I'm fortunate that at the minute I work 4 on 4 off and don't have kids so I've practically got all the time in the world to spend on my car, but I know that it might not always be the case.


----------



## Moggytom (Dec 28, 2011)

I spent at least one day a week to get my car clean got a fiancé one lil boy and a lil girl on the way  I still keep my car clean whenever I can or do it using my lunch hour at work or after the lil lads gone bed enought lighting outside my house to make sure I Dnt miss any


----------



## danwel (Feb 18, 2007)

Ink ow what you mean and I spend time when I can but my wife is very understanding of my cleaning/detailing needs and has been warned that come March I will be requiring a full day to decontaminate and re apply protection lol


----------



## -Raven- (Aug 26, 2010)

You're a great candidate for Opti-Coat!


----------



## danwel (Feb 18, 2007)

:


-Raven- said:


> You're a great candidate for Opti-Coat!


I've toyed with something like this and selling all my waxes etc


----------



## Z4-35i (Jun 12, 2012)

It's always a balance, both our cars are not looking their best at the moment due to time constraints, the weather and the amount of muck on the roads this time of year. 

It's worth getting your car sorted if you can, once the paint is back to its best with a good durable sealant applied, it will make keeping it clean a lot easier.

Where are you based?


----------



## darkmonsta (Feb 5, 2007)

I'm based in High Wycombe, Bucks/Berks border. 

Guess question is more around whether it's worth investing in having the car detailed. Appreciate the value of having a good base to work from but 1) it's a lot of investment for an old car and 2) don't really have the time to keep it up.

Thinking out loud really...


----------



## Dift (May 22, 2011)

How old are the children. My oldest is now 3 1/2, and know helps me clean the car (he is genuinely useful with his small hands  ).

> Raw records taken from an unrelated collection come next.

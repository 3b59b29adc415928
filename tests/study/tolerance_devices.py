"""Small cases with a `[tolerance]` table. All numbers invented."""

from __future__ import annotations

from typing import Any

from devices import case
from sweep_devices import coarse

from optics.device.case import Case

HTL, ETL = "layers.HTL.thickness_nm", "layers.ETL.thickness_nm"
YIELD = "emitters.green.quantum_yield"
EQE, GUIDED = "external_quantum_efficiency", "destinations.guided"
SPREAD = {HTL: {"sd": 2.0}, ETL: {"relative_sd": 0.05}, YIELD: {"half_width": 0.03}}


def spread_out(
    spread: dict[str, Any] | None = None, *, document: dict[str, Any] | None = None, **table: Any
) -> Case:
    """Return a coarse pixel, or a document, with a tolerance study."""
    document = coarse() if document is None else document
    document["tolerance"] = {"spread": SPREAD if spread is None else spread, **table}
    return case(document)
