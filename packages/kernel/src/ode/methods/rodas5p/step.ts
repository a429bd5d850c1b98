import type { Call, Routine } from '../../../program/index.ts';
import { type Elimination, eliminationRoutines } from '../../linear/elimination.ts';
import { timeSlot, type OdeSystem } from '../../problem.ts';
import { type CommonWorkspace, slots } from '../../workspace.ts';
import { type Component, forEachComponent, setTime } from '../loops.ts';
import { rodas5p } from './tableau.ts';
import type { RosenbrockWorkspace } from './workspace.ts';

/**
 * The routines of one step. "rodas5p.linearise" fills Jacobian and ∂f/∂t at the state; "rodas5p.attempt" factorises and
 * runs the stages with a fixed order of pivots, "rodas5p.attemptPivoting" with pivots chosen by size; "rodas5p.dense" fills
 * what the dense output of the step needs.
 */
export function rosenbrockRoutines(
  system: OdeSystem,
  common: CommonWorkspace,
  own: RosenbrockWorkspace,
  elimination: Elimination,
  memory: Float64Array,
): Map<string, Routine> {
  const routines = new Map<string, Routine>();
  const places = { shift: slots.shift, growth: slots.growth, factors: own.factors, addend: own.slope };
  const linearAlgebra = { ...eliminationRoutines(elimination, places, memory) };
  for (const [name, routine] of Object.entries<Routine>(linearAlgebra))
    routines.set(`rodas5p.${name}`, routine);
  for (let stage = 0; stage < rodas5p.stages; stage++) {
    routines.set(`rodas5p.time${stage}`, setTime(timeSlot, slots.start, slots.step, rodas5p.times[stage]!));
    const prepare = prepareStage(system, common, own, stage);
    routines.set(`rodas5p.prepare${stage}`, forEachComponent(common.dimension, prepare));
  }
  routines.set('rodas5p.finish', forEachComponent(common.dimension, finish(common, own)));
  routines.set('rodas5p.dense', forEachComponent(common.dimension, dense(own)));
  const linearise: Call[] = [
    { routine: 'rodas5p.time0' },
    { routine: 'jacobian', first: common.state, second: common.jacobian },
  ];
  if (system.timeDerivative !== null) {
    routines.set('rodas5p.timeDerivative', { kind: 'straight', tapes: system.timeDerivative });
    linearise.push({ routine: 'rodas5p.timeDerivative', first: common.state, second: own.timeDerivative });
  }
  routines.set('rodas5p.linearise', { kind: 'sequence', calls: linearise });
  for (const kind of ['', 'Pivoting']) {
    const calls: Call[] = [{ routine: `rodas5p.factor${kind}`, first: common.jacobian, second: own.factors }];
    for (let stage = 0; stage < rodas5p.stages; stage++) {
      const argument = stage === 0 ? common.state : common.stage;
      if (system.timeDependent) calls.push({ routine: `rodas5p.time${stage}` });
      calls.push(
        { routine: `rodas5p.prepare${stage}` },
        { routine: 'rightHandSide', first: argument, second: own.slope },
        { routine: `rodas5p.solve${kind}`, first: own.past, second: own.stages[stage]! },
      );
    }
    calls.push({ routine: 'rodas5p.finish' });
    routines.set(`rodas5p.attempt${kind}`, { kind: 'sequence', calls });
  }
  return routines;
}

/** The argument of a stage and the part of its right-hand side that is known before f. */
function prepareStage(
  system: OdeSystem,
  common: CommonWorkspace,
  own: RosenbrockWorkspace,
  stage: number,
): (component: Component) => void {
  return (component) => {
    const { graph } = component;
    if (stage > 0) {
      const row: readonly number[] | undefined = rodas5p.a[stage];
      const argument =
        row === undefined
          ? graph.add(component.at(common.stage), component.at(own.stages[stage - 1]!))
          : graph.add(component.at(common.state), component.combination(row, own.stages));
      component.write(common.stage, argument);
    }
    const sum = component.combination(rodas5p.c[stage]!, own.stages);
    let past = graph.multiply(sum, component.scalar(slots.inverseStep));
    const timeWeight = rodas5p.timeWeights[stage]!;
    if (system.timeDerivative !== null && timeWeight !== 0) {
      const weight = graph.multiply(graph.constant(timeWeight), component.scalar(slots.step));
      past = graph.add(past, graph.multiply(weight, component.at(own.timeDerivative)));
    }
    component.write(own.past, past);
  };
}

/** The new state, and the squared scaled error: the last K is the difference of the two solutions. */
function finish(common: CommonWorkspace, own: RosenbrockWorkspace): (component: Component) => void {
  return (component) => {
    const { graph } = component;
    const last = component.at(own.stages[rodas5p.stages - 1]!);
    const next = graph.add(component.at(common.stage), last);
    const state = component.at(common.state);
    const error = graph.divide(
      last,
      component.scale(common.absoluteTolerance, slots.relativeTolerance, state, next),
    );
    component.write(common.next, next);
    component.accumulate(slots.error, graph.multiply(error, error));
  };
}

/** The vectors D_r of the dense output. */
function dense(own: RosenbrockWorkspace): (component: Component) => void {
  return (component) => {
    rodas5p.dense.forEach((weights, r) => {
      component.write(own.dense[r]!, component.combination(weights, own.stages));
    });
  };
}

It's a nice bonding time, plus he loves the pressure washer and snow foam.


----------



## Ongoing (Sep 3, 2012)

I've got a simalar problem with my daily driver (a orange 206 Xsi) it's done 130k and I do roughly 300-500 miles a week, most of the paint is in good condition but there are some panels were the lacquer is peeling off, I thought about getting it resprayed, but I opted for the cheat and vinyl wrapped the roof which was the worst bit. But I must admit I'm tempted to get it sprayed as I hate having an imperfect finish on my cars (I'd imagine like most of us on here) but then I think is it worth it on a £400 car???? Or do I just suffer the iffy paint???


----------



## The Pan Man (Apr 16, 2010)

My tupennuth, If you are driving the car as it is then here is what I would do. Now you might need to adopt this a little but the basic idea is all based around acheivable goals and time management. Set aside some you time for example get up an hour earlier or the hour when the kids have gone to bed you get the picture. Now we have some time lets use it. Select a couple of panels, the biggest 2 will be the bonnet and the roof so you might want to do those one at a time. Clean the panels dry and SRP or similar that should improve the looks quickly. When the whole car is done, use the same principal to seal it this will give it more life and mean that just a quick wash and dry will yield maximum results for minimum effort and time. All done by hand at your own pace don't put your self under pressure there is no need.


----------



## stantheman (Dec 23, 2010)

The Pan Man said:


> My tupennuth, If you are driving the car as it is then here is what I would do. Now you might need to adopt this a little but the basic idea is all based around acheivable goals and time management. Set aside some you time for example get up an hour earlier or the hour when the kids have gone to bed you get the picture. Now we have some time lets use it. Select a couple of panels, the biggest 2 will be the bonnet and the roof so you might want to do those one at a time. Clean the panels dry and SRP or similar that should improve the looks quickly. When the whole car is done, use the same principal to seal it this will give it more life and mean that just a quick wash and dry will yield maximum results for minimum effort and time. All done by hand at your own pace don't put your self under pressure there is no need.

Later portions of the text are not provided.